### PROBLEM DETAILS
Among the lines below, tally those holding the string "reason" and give the total only.
──────── THE RECORDS
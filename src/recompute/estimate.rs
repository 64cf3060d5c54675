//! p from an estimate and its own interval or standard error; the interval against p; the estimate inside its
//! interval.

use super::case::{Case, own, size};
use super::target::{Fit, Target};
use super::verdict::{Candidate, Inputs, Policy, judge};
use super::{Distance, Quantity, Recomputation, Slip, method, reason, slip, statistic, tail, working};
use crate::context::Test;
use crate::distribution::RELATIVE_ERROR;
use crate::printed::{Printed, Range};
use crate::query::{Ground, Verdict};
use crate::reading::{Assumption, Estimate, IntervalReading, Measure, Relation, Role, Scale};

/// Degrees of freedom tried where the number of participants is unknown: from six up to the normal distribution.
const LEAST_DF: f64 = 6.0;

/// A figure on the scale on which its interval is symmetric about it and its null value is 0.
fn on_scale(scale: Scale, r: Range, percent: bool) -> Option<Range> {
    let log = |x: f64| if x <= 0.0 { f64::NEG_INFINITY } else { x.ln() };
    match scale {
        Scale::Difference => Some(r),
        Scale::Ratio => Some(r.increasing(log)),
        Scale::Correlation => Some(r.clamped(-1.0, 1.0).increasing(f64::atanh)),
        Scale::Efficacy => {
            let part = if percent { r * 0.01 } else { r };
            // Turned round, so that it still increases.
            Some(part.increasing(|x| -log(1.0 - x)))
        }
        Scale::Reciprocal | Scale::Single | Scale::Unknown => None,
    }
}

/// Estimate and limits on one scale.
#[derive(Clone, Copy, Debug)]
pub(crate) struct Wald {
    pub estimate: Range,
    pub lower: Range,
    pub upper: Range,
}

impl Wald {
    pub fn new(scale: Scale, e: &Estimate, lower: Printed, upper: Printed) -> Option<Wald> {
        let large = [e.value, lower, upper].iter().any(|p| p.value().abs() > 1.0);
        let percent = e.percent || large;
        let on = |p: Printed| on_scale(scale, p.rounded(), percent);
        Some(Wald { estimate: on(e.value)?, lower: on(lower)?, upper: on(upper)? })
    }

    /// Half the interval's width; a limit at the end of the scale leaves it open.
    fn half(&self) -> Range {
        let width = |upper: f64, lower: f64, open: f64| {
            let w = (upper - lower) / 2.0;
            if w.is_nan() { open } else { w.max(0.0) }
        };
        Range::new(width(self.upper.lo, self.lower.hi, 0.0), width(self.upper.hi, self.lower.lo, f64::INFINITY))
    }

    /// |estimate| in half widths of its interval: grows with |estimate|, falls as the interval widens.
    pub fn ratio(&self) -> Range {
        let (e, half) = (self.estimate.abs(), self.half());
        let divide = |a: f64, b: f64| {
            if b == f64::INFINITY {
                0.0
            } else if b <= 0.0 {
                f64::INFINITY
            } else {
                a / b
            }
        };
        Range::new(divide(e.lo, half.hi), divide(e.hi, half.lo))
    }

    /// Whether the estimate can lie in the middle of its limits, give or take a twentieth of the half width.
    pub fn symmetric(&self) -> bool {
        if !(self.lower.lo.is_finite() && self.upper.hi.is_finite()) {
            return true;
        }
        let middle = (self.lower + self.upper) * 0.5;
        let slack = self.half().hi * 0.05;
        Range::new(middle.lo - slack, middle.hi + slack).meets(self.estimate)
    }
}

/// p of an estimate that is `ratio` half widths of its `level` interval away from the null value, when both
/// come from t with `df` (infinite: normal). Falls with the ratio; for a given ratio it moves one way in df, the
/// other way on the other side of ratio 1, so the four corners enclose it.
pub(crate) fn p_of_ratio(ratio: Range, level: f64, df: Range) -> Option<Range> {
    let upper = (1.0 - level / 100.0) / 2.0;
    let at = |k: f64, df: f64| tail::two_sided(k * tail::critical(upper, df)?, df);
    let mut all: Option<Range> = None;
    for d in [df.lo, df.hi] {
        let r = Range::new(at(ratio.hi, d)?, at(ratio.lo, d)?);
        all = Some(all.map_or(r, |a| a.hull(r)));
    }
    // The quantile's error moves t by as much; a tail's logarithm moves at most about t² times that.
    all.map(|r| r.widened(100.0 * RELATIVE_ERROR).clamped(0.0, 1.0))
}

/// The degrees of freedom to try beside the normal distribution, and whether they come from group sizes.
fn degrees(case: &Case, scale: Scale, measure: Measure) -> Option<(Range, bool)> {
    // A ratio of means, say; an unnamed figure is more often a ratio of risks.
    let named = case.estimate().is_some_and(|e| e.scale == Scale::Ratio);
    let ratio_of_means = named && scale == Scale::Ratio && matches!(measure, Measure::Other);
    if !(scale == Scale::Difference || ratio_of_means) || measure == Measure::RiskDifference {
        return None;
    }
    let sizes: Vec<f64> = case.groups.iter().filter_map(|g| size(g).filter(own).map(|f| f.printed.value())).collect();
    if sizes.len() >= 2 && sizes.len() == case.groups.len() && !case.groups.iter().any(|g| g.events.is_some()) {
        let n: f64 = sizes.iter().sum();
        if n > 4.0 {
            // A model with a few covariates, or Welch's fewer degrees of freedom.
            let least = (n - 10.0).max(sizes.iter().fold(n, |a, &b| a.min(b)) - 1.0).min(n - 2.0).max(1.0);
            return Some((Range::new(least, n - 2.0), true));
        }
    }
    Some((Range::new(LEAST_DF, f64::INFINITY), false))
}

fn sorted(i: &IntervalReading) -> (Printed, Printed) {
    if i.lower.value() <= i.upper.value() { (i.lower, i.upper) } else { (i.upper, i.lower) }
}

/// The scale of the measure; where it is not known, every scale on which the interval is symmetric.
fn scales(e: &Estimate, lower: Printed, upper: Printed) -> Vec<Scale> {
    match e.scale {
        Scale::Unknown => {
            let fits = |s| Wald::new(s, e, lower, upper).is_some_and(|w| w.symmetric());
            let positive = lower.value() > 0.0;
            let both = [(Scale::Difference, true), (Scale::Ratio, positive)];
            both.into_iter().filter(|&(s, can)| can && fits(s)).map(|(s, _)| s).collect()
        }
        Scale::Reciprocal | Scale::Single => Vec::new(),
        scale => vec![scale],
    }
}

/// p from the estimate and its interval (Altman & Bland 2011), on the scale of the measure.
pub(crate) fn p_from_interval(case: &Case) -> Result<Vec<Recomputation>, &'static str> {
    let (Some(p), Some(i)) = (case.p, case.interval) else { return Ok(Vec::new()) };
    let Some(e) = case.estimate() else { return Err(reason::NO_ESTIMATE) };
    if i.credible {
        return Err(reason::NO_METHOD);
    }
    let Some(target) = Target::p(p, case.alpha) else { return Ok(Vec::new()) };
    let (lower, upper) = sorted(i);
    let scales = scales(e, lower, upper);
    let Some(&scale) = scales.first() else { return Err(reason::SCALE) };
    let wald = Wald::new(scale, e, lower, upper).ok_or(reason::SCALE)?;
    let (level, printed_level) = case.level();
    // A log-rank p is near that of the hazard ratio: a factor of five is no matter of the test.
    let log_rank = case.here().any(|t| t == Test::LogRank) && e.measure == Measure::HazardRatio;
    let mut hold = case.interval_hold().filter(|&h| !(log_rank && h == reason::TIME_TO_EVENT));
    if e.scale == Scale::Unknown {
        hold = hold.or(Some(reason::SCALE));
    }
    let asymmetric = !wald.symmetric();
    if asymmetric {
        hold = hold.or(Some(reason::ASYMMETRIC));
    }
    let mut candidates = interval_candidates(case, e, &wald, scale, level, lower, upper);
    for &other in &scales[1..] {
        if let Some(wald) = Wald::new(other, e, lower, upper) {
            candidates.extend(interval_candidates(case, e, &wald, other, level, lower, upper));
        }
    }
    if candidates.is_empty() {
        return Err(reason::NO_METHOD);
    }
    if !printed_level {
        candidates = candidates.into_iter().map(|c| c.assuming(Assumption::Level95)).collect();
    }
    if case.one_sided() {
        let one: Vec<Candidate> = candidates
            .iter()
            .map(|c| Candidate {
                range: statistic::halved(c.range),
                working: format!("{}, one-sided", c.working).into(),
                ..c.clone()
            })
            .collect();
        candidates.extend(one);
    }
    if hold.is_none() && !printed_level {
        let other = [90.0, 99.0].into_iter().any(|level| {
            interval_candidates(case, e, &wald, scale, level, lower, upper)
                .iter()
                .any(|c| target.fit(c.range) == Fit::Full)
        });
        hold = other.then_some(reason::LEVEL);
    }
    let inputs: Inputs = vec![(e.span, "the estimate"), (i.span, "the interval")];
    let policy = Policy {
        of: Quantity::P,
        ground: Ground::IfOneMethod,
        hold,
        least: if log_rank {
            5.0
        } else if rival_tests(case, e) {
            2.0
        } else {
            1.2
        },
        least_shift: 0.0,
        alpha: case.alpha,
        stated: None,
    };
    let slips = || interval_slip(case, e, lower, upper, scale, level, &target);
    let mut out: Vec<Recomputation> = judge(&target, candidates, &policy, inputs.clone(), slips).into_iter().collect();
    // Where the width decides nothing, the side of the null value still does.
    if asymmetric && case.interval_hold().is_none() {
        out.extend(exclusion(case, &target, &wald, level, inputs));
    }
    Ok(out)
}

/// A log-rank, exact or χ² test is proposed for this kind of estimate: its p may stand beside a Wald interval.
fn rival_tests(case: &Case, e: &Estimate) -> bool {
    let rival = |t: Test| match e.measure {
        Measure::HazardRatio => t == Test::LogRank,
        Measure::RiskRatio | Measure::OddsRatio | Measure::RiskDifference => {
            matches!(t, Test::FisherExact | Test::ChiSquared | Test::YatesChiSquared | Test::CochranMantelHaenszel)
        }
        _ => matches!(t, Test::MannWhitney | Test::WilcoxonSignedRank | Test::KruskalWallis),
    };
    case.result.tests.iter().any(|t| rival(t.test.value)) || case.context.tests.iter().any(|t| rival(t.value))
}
────────────────
### RESULT OF THIS EXERCISE
10